» WHAT THE EXERCISE ASKS
Search the material and gather each line with "null" in it.

» DATA
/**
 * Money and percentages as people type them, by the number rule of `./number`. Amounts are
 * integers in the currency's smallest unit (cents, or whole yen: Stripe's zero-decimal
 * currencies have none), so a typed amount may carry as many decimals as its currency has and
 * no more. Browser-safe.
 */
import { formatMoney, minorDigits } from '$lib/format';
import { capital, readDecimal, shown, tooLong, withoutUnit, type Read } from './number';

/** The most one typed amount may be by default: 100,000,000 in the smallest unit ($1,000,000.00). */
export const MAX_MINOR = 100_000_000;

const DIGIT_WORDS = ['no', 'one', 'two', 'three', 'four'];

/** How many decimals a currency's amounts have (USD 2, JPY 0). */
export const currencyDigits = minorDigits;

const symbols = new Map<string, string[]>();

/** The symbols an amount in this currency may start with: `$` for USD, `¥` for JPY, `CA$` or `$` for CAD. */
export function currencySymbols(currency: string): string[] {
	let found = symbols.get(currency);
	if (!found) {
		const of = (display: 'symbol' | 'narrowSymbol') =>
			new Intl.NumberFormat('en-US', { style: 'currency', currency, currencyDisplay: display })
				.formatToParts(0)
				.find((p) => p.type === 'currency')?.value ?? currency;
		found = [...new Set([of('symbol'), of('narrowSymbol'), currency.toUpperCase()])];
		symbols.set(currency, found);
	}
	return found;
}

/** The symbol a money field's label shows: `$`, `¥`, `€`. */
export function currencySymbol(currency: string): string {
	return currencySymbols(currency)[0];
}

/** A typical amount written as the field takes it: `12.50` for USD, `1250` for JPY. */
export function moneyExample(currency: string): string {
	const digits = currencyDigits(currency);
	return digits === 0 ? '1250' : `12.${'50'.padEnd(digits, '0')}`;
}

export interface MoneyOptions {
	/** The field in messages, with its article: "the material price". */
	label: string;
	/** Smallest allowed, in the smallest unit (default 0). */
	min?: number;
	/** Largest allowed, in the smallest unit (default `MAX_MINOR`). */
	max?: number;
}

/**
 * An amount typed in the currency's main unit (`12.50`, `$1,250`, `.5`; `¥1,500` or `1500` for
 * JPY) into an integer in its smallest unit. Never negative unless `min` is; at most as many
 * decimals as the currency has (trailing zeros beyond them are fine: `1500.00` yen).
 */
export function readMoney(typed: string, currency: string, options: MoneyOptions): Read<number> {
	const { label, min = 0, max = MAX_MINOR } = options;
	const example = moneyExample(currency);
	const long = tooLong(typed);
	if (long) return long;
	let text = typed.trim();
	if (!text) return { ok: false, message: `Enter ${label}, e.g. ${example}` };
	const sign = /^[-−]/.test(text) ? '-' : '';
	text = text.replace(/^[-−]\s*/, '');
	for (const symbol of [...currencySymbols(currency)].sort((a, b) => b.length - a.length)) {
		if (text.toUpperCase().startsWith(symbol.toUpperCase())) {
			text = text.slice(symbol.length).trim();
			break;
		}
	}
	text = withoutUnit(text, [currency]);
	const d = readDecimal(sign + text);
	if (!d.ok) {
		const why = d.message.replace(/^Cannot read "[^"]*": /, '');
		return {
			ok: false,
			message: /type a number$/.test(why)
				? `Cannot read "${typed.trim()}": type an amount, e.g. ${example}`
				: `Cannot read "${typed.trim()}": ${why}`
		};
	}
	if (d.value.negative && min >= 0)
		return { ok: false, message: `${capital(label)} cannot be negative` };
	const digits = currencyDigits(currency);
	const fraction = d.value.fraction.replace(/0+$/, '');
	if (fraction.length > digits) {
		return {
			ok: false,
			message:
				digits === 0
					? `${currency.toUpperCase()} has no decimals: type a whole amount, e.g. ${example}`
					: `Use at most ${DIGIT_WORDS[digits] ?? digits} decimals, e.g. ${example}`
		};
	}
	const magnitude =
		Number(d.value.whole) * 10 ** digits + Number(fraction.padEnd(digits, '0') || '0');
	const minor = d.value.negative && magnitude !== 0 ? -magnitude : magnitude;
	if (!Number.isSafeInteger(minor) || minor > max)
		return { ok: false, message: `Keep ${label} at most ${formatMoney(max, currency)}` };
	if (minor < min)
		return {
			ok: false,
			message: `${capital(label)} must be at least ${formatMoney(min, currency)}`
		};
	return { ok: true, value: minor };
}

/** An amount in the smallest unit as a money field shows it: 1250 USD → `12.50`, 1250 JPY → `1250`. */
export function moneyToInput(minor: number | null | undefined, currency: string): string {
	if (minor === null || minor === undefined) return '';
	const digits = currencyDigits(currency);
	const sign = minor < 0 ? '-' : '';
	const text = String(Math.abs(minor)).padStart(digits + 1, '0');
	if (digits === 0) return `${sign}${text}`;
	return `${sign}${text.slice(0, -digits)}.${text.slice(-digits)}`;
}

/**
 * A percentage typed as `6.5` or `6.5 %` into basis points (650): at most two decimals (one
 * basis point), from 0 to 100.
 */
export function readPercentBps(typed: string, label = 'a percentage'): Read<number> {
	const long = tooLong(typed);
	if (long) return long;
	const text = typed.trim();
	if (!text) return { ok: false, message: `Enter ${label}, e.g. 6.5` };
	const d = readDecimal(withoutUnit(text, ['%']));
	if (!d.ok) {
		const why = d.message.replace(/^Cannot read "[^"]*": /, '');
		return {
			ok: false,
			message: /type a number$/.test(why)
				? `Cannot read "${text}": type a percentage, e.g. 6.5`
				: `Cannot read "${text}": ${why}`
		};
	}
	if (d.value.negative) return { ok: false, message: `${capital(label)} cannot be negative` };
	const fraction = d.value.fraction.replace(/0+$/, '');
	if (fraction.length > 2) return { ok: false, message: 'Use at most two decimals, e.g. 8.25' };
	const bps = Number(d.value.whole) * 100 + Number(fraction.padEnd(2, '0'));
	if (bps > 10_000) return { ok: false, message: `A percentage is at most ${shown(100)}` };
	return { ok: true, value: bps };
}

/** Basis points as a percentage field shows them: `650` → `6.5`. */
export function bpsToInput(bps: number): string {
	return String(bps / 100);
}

» SOLUTION FOR THIS TASK
export function moneyToInput(minor: number | null | undefined, currency: string): string {
	if (minor === null || minor === undefined) return '';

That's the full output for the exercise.